Bama felt sad and infuriated. She felt angry and wanted to touch those wretched ‘Vadais’ straightaway. It was disgusting to do the chores for those people who did not even consider them as humans. She wondered why the upper caste people thought so much of themselves only because they had collected money. Bama hated this discrimination and felt they should never run errands for these people.

Q.19. How did the landlord’s man behave with Annan?

Answer:

The landlord’s man, not recognizing Annan, asked him his name with a lot of respect. On getting the answer and realizing that he was from a lower caste and an untouchable, his manner of talking changed. He got to know about Annan as soon as he knew which street e lived in.

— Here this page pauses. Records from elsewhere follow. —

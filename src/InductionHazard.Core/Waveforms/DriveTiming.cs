using System;
using InductionHazard.Errors;
using InductionHazard.Quantities;

namespace InductionHazard.Waveforms;

/// <summary>
/// Checks on when a drive starts and how long its features last, so that a solver stepping in absolute time can
/// resolve them: a start so late that start + duration rounds back to the start would otherwise read as no change.
/// </summary>
public static class DriveTiming
{
    /// <summary>The relative resolution a drive's shortest time scale must keep at its start time: one part in a million.</summary>
    public const double RequiredResolution = 1e-6;

    /// <summary>The spacing of doubles relative to their size, 2^-52.</summary>
    private const double DoubleEpsilon = 2.220446049250313e-16;

    /// <summary>Checks a start time and the drive's shortest time scale (a duration, a period) against each other.</summary>
    /// <param name="startSeconds">When the drive starts, s.</param>
    /// <param name="shortestSeconds">The drive's shortest time scale, s (already range-checked).</param>
    /// <param name="scaleName">The parameter that sets the shortest time scale ("Duration", "Frequency").</param>
    /// <exception cref="InvalidInputException">The start is out of range, or so late that the time scale cannot be resolved.</exception>
    public static void RequireResolvable(double startSeconds, double shortestSeconds, string scaleName)
    {
        PhysicalRanges.StartTime.Check(startSeconds);
        double spacing = Math.Abs(startSeconds) * DoubleEpsilon;
        if (spacing > RequiredResolution * shortestSeconds)
        {
            throw new InvalidInputException(
                "Start",
                "is so late (" + SiFormat.Format(startSeconds, "s") + ") that the drive's " + SiFormat.Format(shortestSeconds, "s")
                + " time scale (from -" + scaleName + ") cannot be resolved in time; measure -Start from nearer the drive, for example 0 s");
        }
    }
}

Q.20. What did Annan tell Bama to do? What was the impact of his words on Bama?

Answer:

Annan told Bama that being born in the low caste; they were stripped of all honour, dignity and respect. He added that education could gain them respect in society. He advised her ‘to study hard and learn’. If they studied and made progress, they would be able to throw away the indignities. His words had a profound impact on Bama. She was inspired to study hard and always stood first in her class and because of this, many people became her friends.

ESSAY TYPE QUESTIONS

Q.1. The two accounts that you read above are based on two distant cultures. What is the commonality of the theme found in both of them?

Answer:

Both of the accounts are based upon on the distant cultures and of two educated women from marginalized communities who look back on their childhood and reflect on their relationship with the mainstream culture. Gertrude Simmons was an extraordinary talented Native American who struggled and was successful at a time when severe prejudice prevailed towards the Native Americans and women. Bama is a Tamil Dalit woman from a Roman Catholic family. She was disgusted as the lower caste people were stripped of all honour, dignity and respect which she managed to regain through her education.

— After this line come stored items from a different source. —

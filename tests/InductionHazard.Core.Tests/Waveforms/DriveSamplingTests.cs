using System.Collections.Generic;
using System.Linq;
using CsCheck;
using InductionHazard.Waveforms;
using Xunit;

namespace InductionHazard.Tests.Waveforms;

/// <summary>The sorted, distinct sample times the engine steps and looks through.</summary>
public sealed class DriveSamplingTests
{
    [Fact]
    [Validates("the sample times, breakpoints and contact times sorted and each kept once, 2,000 random lists with repeats, NaN, infinities and both zeros", ".NET's Enumerable.OrderBy then Distinct (general-purpose reference library)", "the same values")]
    public void SortedDistinctGivesWhatOrderingAndDistinctGive()
    {
        // Against the general-purpose library's own OrderBy and Distinct, with repeats, NaN, infinities and both zeros
        // among the values (the engine's times are finite, but the helper must not differ where they are not).
        double[] specials = { double.NaN, double.PositiveInfinity, double.NegativeInfinity, 0.0, -0.0, 1.0, 1e-300 };
        Gen.Select(Gen.Double[-10, 10], Gen.Int[0, 20], Gen.Int[0, specials.Length - 1]).Array[0, 40].Sample(draws =>
        {
            var values = draws.Select(d => d.Item2 < 4 ? specials[d.Item3] : d.Item2 < 10 ? System.Math.Round(d.Item1) : d.Item1).ToList();
            double[] expected = values.OrderBy(v => v).Distinct().ToArray();
            double[] actual = DriveSampling.SortedDistinct(new List<double>(values));
            Assert.Equal(expected.Length, actual.Length);
            for (int i = 0; i < expected.Length; i++)
            {
                Assert.True(expected[i].Equals(actual[i]), "at " + i + ": " + expected[i] + " against " + actual[i]);
            }
        }, seed: "4nQ2fV8sLk01", iter: 2000);
    }
}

Both these women have pains inflicted upon them by their societies and cultures. They fought against this social and cultural discrimination and their efforts got recognition. Gertrude Simmons wrote under the pen-name of Zitkala-Sa and criticized dogma and oppression. Similarly, Bama is a pen-name and in her autobiography she recreates her childhood and its painful memories. Both these women have used writing as an effective means of battling discrimination and evils of oppression. Even the usage of pen-names is common to both these writers.

Q.2. Why did it take Bama half an hour and not ten minutes to reach home?

Answer:

When Bama was in class three, she walked home from school each day. She would loiter along, watching all the fun and games and the entertaining novelties that would attract her innocent eyes. She usually took thirty minutes as she would watch performing monkeys, the snake of the snake charmer or the cyclist to continue his performance of the past two or three days. The Maariyaata Temple with the huge bell hanging there and the Pongal offerings being cooked in front of the temple fascinated her. She would sometimes look at the dried fish stall by the statue of Gandhi and other stalls selling snacks, sweets, etc.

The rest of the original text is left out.